Sky-high expectations for vertical agriculture
For years, organisations are experimenting with vertical agriculture. Crops are grown on top of each other in buildings, for example in factory halls, offices or in farm towers. Vertical farming has many advantages. As crops are grown in a fully controlled environment, no pesticides are needed. The use of water and fertilizer is very efficient and accurate. Because it is possible to produce within a city, the food print is reduced and the pressure on existing farmland decreases. In addition, this interior farming is not subject to the vagaries of nature, such as drought or floods.
Of course, there are also disadvantages. This is why vertical agriculture has not yet become commonplace, despite promising year-on-year growth rates of more than 25%. First of all, the high energy consumption is necessary to create the ideal growing environment for the crops. Furthermore, there are major investments involved in the design of this ‘urban agriculture’ and the production costs are high. Also, not every crop can be grown indoors with equal success. Leafy vegetables, herbs, tomatoes and strawberries seem to thrive in such a controlled environment, while crops such as wheat and potatoes are much more difficult to grow.

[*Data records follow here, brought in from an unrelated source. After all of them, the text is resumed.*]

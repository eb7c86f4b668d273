import type { ReactNode } from 'react';
import { Modal, ScrollView, StyleSheet, View, type ViewStyle } from 'react-native';

import { scrim, useTheme } from '@/components/ui/theme';
import { Txt } from '@/components/ui/txt';
import { type KeyEvent, webOnly } from '@/components/ui/web-only';

interface OverlayProps {
  open: boolean;
  title: string;
  titleId: string;
  onClose: () => void;
  children: ReactNode;
  place: ViewStyle;
  box: ViewStyle;
  slide?: boolean | undefined;
  testID?: string | undefined;
}

// On the question itself these would count, answer or scroll the page behind.
const SWALLOWED = new Set([' ', 'Enter', 'PageDown', 'PageUp', 'ArrowRight', 'Backspace']);

function swallow(event: KeyEvent): void {
  if (!SWALLOWED.has(event.key)) return;
  event.preventDefault();
  event.stopPropagation();
}

/**
 * What dialogs and sheets share: a scrim that closes, and what react-native-web's Modal does: focus
 * on the first thing that takes it, which is the question; Tab kept inside; Escape closes; focus
 * goes back to where it was.
 */
export function Overlay(props: OverlayProps) {
  const { open, title, titleId, onClose, children } = props;
  const { name, color } = useTheme();
  const shadow = name === 'day' ? SHADOW : null;
  return (
    <Modal
      visible={open}
      transparent
      animationType={props.slide ? 'slide' : 'none'}
      onRequestClose={onClose}
      {...(open && { 'aria-labelledby': titleId })}
    >
      <View style={[styles.fill, props.place]} {...(props.testID && { testID: props.testID })}>
        <View
          style={[styles.scrim, { backgroundColor: scrim }]}
          {...webOnly({ onClick: onClose })}
        />
        <View
          style={[
            styles.box,
            { backgroundColor: color.card, borderColor: color.line },
            shadow,
            props.box,
          ]}
        >
          <ScrollView contentContainerStyle={styles.inside}>
            <View {...webOnly({ onKeyDown: swallow })}>
              <Txt kind="section" heading={2} id={titleId} tabIndex={-1} style={styles.title}>
                {title}
              </Txt>
            </View>
            {children}
          </ScrollView>
        </View>
      </View>
    </Modal>
  );
}

const SHADOW: ViewStyle = {
  boxShadow: '0 2px 6px rgba(42,32,23,0.12), 0 18px 44px rgba(42,32,23,0.20)',
};

const styles = StyleSheet.create({
  fill: { flex: 1, alignItems: 'center' },
  scrim: { position: 'absolute', top: 0, right: 0, bottom: 0, left: 0 },
  box: { width: '100%', maxHeight: '92%', borderWidth: 1, overflow: 'hidden' },
  inside: { paddingHorizontal: 22, paddingTop: 24, paddingBottom: 20 },
  title: {
    fontSize: 24,
    lineHeight: 29,
    borderRadius: 6,
    marginHorizontal: -6,
    paddingHorizontal: 6,
  },
});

The FAO expects 70% of the world’s population to live in cities by 2050. To what extent the recent COVID-19 pandemic will affect these figures is the question, now that the concept of ‘space’ and ‘qualitative living environment’ have taken on a new dimension for many. But overall this figure will be correct. Food security and constant supplies of food are extremely important. For corona, we were barely aware of this. The supermarkets were full of all kinds of food that we needed and often didn’t need. But the tide has turned. As a world, we are pressed on the facts; we have less control over our lives than we thought. And that also applies to the basic necessity of our daily food. In the Netherlands we have little to fear, we can meet this need for food and even have a food surplus that we export. But in other countries this situation is very different, where people depend on food imports. This gives a direct boost to the development of vertical agriculture. Urban agriculture seems to have a future, as it answers important issues such as food security, scarce resources, food price inflation and sustainability. These prospects attract investors, who will further increase the already high growth expectations. The lettuce plants grown indoors will grow to the sky.